Web attack disarmed at source

The attack, which had turned some Web sites into points of digital infection, was nipped in the bud on Friday, when Internet engineers managed to shut down a Russian server that had been the source of malicious code. Compromised Web sites are still attempting to infect Web surfers' PCs by referring them to the server in Russia, but that computer can no longer be reached.

Still, Web surfers should take precautions, as the Internet underground is increasingly using this type of attack as a way to get past network defences and infect office workers' and home users' computers.

"This stops the problem for the short term," said Alfred Huger, senior director of engineering for security company Symantec. "However, it just takes a new culprit to come along and do the same thing all over again."

The attack worked by infecting some Web sites so that when Net surfers visited those sites, they were redirected to the Russian server, which downloaded software onto surfers' PCs. That software could be used by a remote attacker to control those computers. It's unclear what the attackers' motivation may have been. Some have speculated that the purpose could have been spam distribution.

"It is a tremendously powerful way to get into a corporation," Huger said of this sort of attack. "It is significantly easier to lure a number of employees to a compromised Web site than to get through a company's perimeter, which they may have spent hundreds of thousands of dollars to secure."

The tactic is not new. Earlier this month, an independent security researcher found an aggressive piece of advertising software, known as adware, that had installed itself on victims' computers. A large financial client called in Symantec in late April after an employee used Internet Explorer to browse an infected Web site and his system became infected. Additionally, last fall, a similar attack may have been facilitated through a mass intrusion at Interland, sources familiar with that case said.

The Internet Explorer flaws that enabled the Russian attack, however, affect every user of the Web browser, because Microsoft has not yet released a patch. Microsoft advised users to set their browsers' security to the highest settings, even though doing so could break some Web functionality. The company also promised a patch for the flaws soon.

"We are not seeing that this threat is widespread, but we believe the threat to be real," said Stephen Toulouse, security program manager for Microsoft's security response centre.

Researchers believe that attackers seed the Web sites with malicious code by breaking into unsecured servers or by using a previously unknown vulnerability in Microsoft's Web software, Internet Information Server, or IIS.

After that code redirected them to one of two sites, most often to the server in Russia, that server used the pair of Microsoft Internet Explorer vulnerabilities to upload and execute a remote access Trojan horse, also simply called a RAT, to the victim's PC. The software records the victim's keystrokes and opens a back door in the system's security, in that way allowing the attacker to access the computer.

It's unknown how many Web sites were compromised by attackers and whether any high-traffic sites were affected. But it's believed that the number of infected sites is relatively small, given the total number of sites that exist.
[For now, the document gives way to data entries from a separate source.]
// Splits `terms` into `split`, leaving out the powers gathered in `polynomial_terms`; false with
// out.reason set when a term has no rule.
static bool split_terms(const std::vector<expr::Monomial>& terms, const std::vector<MatrixSpec>& d,
                        const std::map<PowerOf, std::map<int, double>>& polynomial_terms,
                        SplitTerms& split, DerivedLimit& out) {
  for (const auto& m : terms) {
    // Only a Haar matrix alone (a·U + conj(a)·U^*) may carry a complex coefficient here
    // (derive_by_rules checked), so the others are read as real numbers.
    if (m.letters.empty()) {
      split.shift += m.coefficient.real();
      continue;
    }
    // A point mass D = b·I, alone or conjugated (U D U^* = b·I): a constant.
    const bool conjugated = m.letters.size() == 3 && m.letters[0].first == m.letters[2].first &&
                            declarations::is_unitary(d[static_cast<std::size_t>(m.letters[0].first)].kind);
    const MatrixSpec& inner = d[static_cast<std::size_t>(m.letters[conjugated ? 1 : 0].first)];
    if ((m.letters.size() == 1 || conjugated) && inner.kind == Kind::diagonal &&
        inner.diagonal.kind == declarations::DiagonalLawKind::atoms &&
        inner.diagonal.atoms.size() == 1) {
      split.shift += m.coefficient.real() * inner.diagonal.atoms[0].value;
      continue;
    }
    if (const auto p = power_of(m.letters, d); p && polynomial_terms.count(p->first)) continue;
    if (m.letters.size() == 1 && declarations::is_unitary(d[static_cast<std::size_t>(m.letters[0].first)].kind)) {
      split.single_unitary[m.letters[0].first].push_back(&m);
      continue;
    }
    std::string why;
    auto t = term_of(m.coefficient.real(), m.letters, d, why);
    if (!t) {
      out.reason = "no predictor applies yet: " + why;
      return false;
    }
    split.free_terms.push_back(std::move(*t));
  }
  return true;
}

// Adds one free term p(X) per base of `polynomial_terms`; false with out.reason set when X has
// no law.
static bool add_polynomial_terms(const std::map<PowerOf, std::map<int, double>>& polynomial_terms,
                                 const std::vector<MatrixSpec>& d, SplitTerms& split,
                                 DerivedLimit& out) {
  double& shift = split.shift;
  const bool polynomial_alone =
      polynomial_terms.size() == 1 && split.free_terms.empty() && split.single_unitary.empty();
  for (const auto& [key, coefficients] : polynomial_terms) {
    const MatrixSpec& x = d[static_cast<std::size_t>(key.letter)];
    const LetterLaw l = law_of(x);
    if (!l.law) {
      out.reason = "no predictor applies yet: " + l.reason;
      return false;
    }
    std::vector<double> c(static_cast<std::size_t>(coefficients.rbegin()->first) + 1, 0.0);
    for (const auto& [power, coefficient] : coefficients) c[static_cast<std::size_t>(power)] = coefficient;
    if (polynomial_alone) {
      c[0] = shift;  // the constant goes into p: the law prints as one image
      shift = 0.0;
    }
    FreeTerm t;
    t.law = polynomial_image(l.law, c);
    t.polynomial = true;
    const bool atomic = l.law->support().bands.empty();
    t.text = "a polynomial in " + (key.unitary == -1 ? x.name : "the rotated " + x.name) +
             (polynomial_alone ? " alone" : "") + " → " +
             (atomic ? "the image of its atoms under the polynomial (spectral mapping)"
                     : "the image of " + l.name + " under the polynomial (change of variables on "
                                                 "each piece where it is monotone)");
    if (key.unitary == -1) {
      (declarations::is_random(x.kind) ? t.random_letters : t.deterministic_letters).insert(key.letter);
    } else {
      t.random_letters.insert(key.unitary);
      if (declarations::is_random(x.kind)) t.random_letters.insert(key.letter);
      (d[static_cast<std::size_t>(key.unitary)].kind == Kind::haar_orthogonal ? t.haar_orthogonal
                                                                              : t.haar_unitary) = true;
    }
    split.free_terms.push_back(std::move(t));
  }
  return true;
}

// Adds one free term U + U^* per Haar matrix that appears alone; false with out.reason set when
// it does not appear as such a pair.
static bool add_unitary_pairs(const std::vector<MatrixSpec>& d, SplitTerms& split,
                              DerivedLimit& out) {
  for (const auto& [letter, ms] : split.single_unitary) {
    const MatrixSpec& u = d[static_cast<std::size_t>(letter)];
    // a·U + conj(a)·U^* = |a|·(V + V^*) with V = (a/|a|)·U, again Haar distributed (for a Haar
    // orthogonal U in the limit: its eigenvalues are asymptotically uniform on the circle).
    if (ms.size() != 2 || ms[0]->coefficient != std::conj(ms[1]->coefficient) ||
        ms[0]->letters[0].second == ms[1]->letters[0].second || ms[0]->coefficient == 0.0) {
      out.reason = "no predictor applies yet: " + u.name + " appears alone, not as " + u.name +
                   " + " + u.name + "^*";
      return false;
    }
    FreeTerm t;
    t.law = arcsine();
    const std::complex<double> a = ms[0]->coefficient;
    t.coefficient = std::abs(a);
    t.text = a.imag() == 0.0
                 ? u.name + " + " + u.name + "^* → arcsine law (Kesten 1959)"
                 : "a·" + u.name + " + conj(a)·" + u.name + "^* with a complex = |a| times (a/|a|)·" +
                       u.name + " plus its adjoint, and (a/|a|)·" + u.name +
                       " is again Haar → arcsine law (Kesten 1959)";
    t.random_letters.insert(letter);
    t.unitary_pair = true;
    (u.kind == Kind::haar_orthogonal ? t.haar_orthogonal : t.haar_unitary) = true;
    split.free_terms.push_back(std::move(t));
  }
  return true;
}

// Whether the terms are free of each other; false with out.reason set when they are not.
static bool terms_are_free(const std::vector<FreeTerm>& free_terms,
                           const std::vector<MatrixSpec>& d, DerivedLimit& out) {
  // Freeness: random matrices and unitaries in one term only; a deterministic matrix
  // unconjugated in one term only.
  std::map<int, int> random_owner;
  std::map<int, int> fixed_owner;
  for (std::size_t i = 0; i < free_terms.size(); ++i) {
    for (int l : free_terms[i].random_letters) {
      if (random_owner.count(l)) {
        out.reason = "no predictor applies yet: " + d[static_cast<std::size_t>(l)].name +
                     " appears in more than one term, so the terms are not free of each other";
        return false;
      }
      random_owner[l] = static_cast<int>(i);
    }
    for (int l : free_terms[i].deterministic_letters) fixed_owner.emplace(l, static_cast<int>(i));
  }
  std::set<int> fixed_terms;
  for (const auto& [letter, owner] : fixed_owner) fixed_terms.insert(owner);
  for (std::size_t i = 0; i < free_terms.size(); ++i) {
    for (int l : free_terms[i].deterministic_letters) {
      if (fixed_owner.at(l) != static_cast<int>(i)) {
        out.reason = "no predictor applies yet: " + d[static_cast<std::size_t>(l)].name +
                     " appears unconjugated in more than one term";
        return false;
      }
    }
  }
  if (fixed_terms.size() > 1) {
    out.reason = "no predictor applies yet: two terms hold deterministic matrices without a Haar "
                 "conjugation, and commuting matrices are not free";
    return false;
  }
  return true;
}

// The law of the sum of the free terms shifted by `shift`, and its rule, into `out`.
static void combine_free_terms(const std::vector<FreeTerm>& free_terms, double shift,
                               DerivedLimit& out) {
  // Kesten–McKay: every term is U_i + U_i^* with coefficient 1.
  const bool all_pairs = std::all_of(free_terms.begin(), free_terms.end(), [](const FreeTerm& t) {
    return t.unitary_pair && t.coefficient == 1.0;
  });
  LawPtr law;
  std::string rule;
  if (all_pairs && free_terms.size() > 1) {
    const int deg = static_cast<int>(free_terms.size());
    law = kesten_mckay(deg);
    rule = "a sum of " + std::to_string(deg) + " free U + U^* → Kesten–McKay law of degree " +
           std::to_string(2 * deg) + " (Kesten 1959; McKay 1981)";
  } else {
    for (const FreeTerm& t : free_terms) {
      const LawPtr scaled = t.coefficient == 1.0 ? t.law : affine(t.law, t.coefficient, 0.0);
      law = law ? LawPtr(free_additive(law, scaled)) : scaled;
      rule += (rule.empty() ? "" : "; ") +
              (t.coefficient == 1.0 ? std::string() : text::readable(t.coefficient) + "·") +
              "(" + t.text + ")";
    }
    if (free_terms.size() > 1) {
      rule = "free additive convolution of free terms (Voiculescu 1986; Belinschi & Bercovici "
             "2007): " + rule;
    } else {
      rule = free_terms[0].text;
      if (free_terms[0].coefficient != 1.0) {
        rule += "; scaled by " + text::readable(free_terms[0].coefficient);
      }
    }
  }
  if (shift != 0.0) {
    law = affine(law, 1.0, shift);
    rule += "; shifted by " + text::readable(shift);
  }
  out.law = law;
  out.rule = rule;
}

// Sets out.rate_key for a model of the published-rate table.
static void set_rate_key(const std::vector<FreeTerm>& free_terms,
                         const std::vector<MatrixSpec>& d, DerivedLimit& out) {
  // The published-rate key of the model, when it is one the table knows.
  if (free_terms.size() == 1 && !free_terms[0].unitary_pair && !free_terms[0].polynomial &&
      free_terms[0].random_letters.size() == 1 &&
      free_terms[0].deterministic_letters.empty() && !free_terms[0].haar_unitary &&
      !free_terms[0].haar_orthogonal) {
    switch (d[static_cast<std::size_t>(*free_terms[0].random_letters.begin())].kind) {
      case Kind::gue: out.rate_key = "gue"; break;
      case Kind::goe: out.rate_key = "goe"; break;
      case Kind::wigner_rademacher: out.rate_key = "wigner"; break;
      case Kind::wishart_complex: out.rate_key = "wishart_complex"; break;
      case Kind::wishart_real: out.rate_key = "wishart_real"; break;
      default: break;
    }
  } else if (free_terms.size() > 1 &&
             std::all_of(free_terms.begin(), free_terms.end(), [](const FreeTerm& t) {
               // deterministic matrices, each either as it is or conjugated by its own Haar matrix
               const bool conjugated = t.haar_unitary || t.haar_orthogonal;
               return !t.unitary_pair && t.random_letters.size() == (conjugated ? 1U : 0U);
             })) {
    const bool orth = std::any_of(free_terms.begin(), free_terms.end(),
                                  [](const FreeTerm& t) { return t.haar_orthogonal; });
    out.rate_key = orth ? "haar_orthogonal_sum" : "haar_unitary_sum";
  }
}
Still, the network of compromised sites used in the attack is far larger than any before, said Johannes Ullrich, chief technology officer of the Internet Storm Centre, a Net threat-monitoring site.

"This is the first time that this many Web sites got hit," he said. "The only other widespread use of this attack was Nimda, and that didn't work very well, because the exploit wasn't as effective."

Most antivirus companies issued updates overnight to allow their programs to detect the program when it is uploaded from the Internet to a victim's PC, so computer users should update their virus definitions as soon as possible, Ullrich said.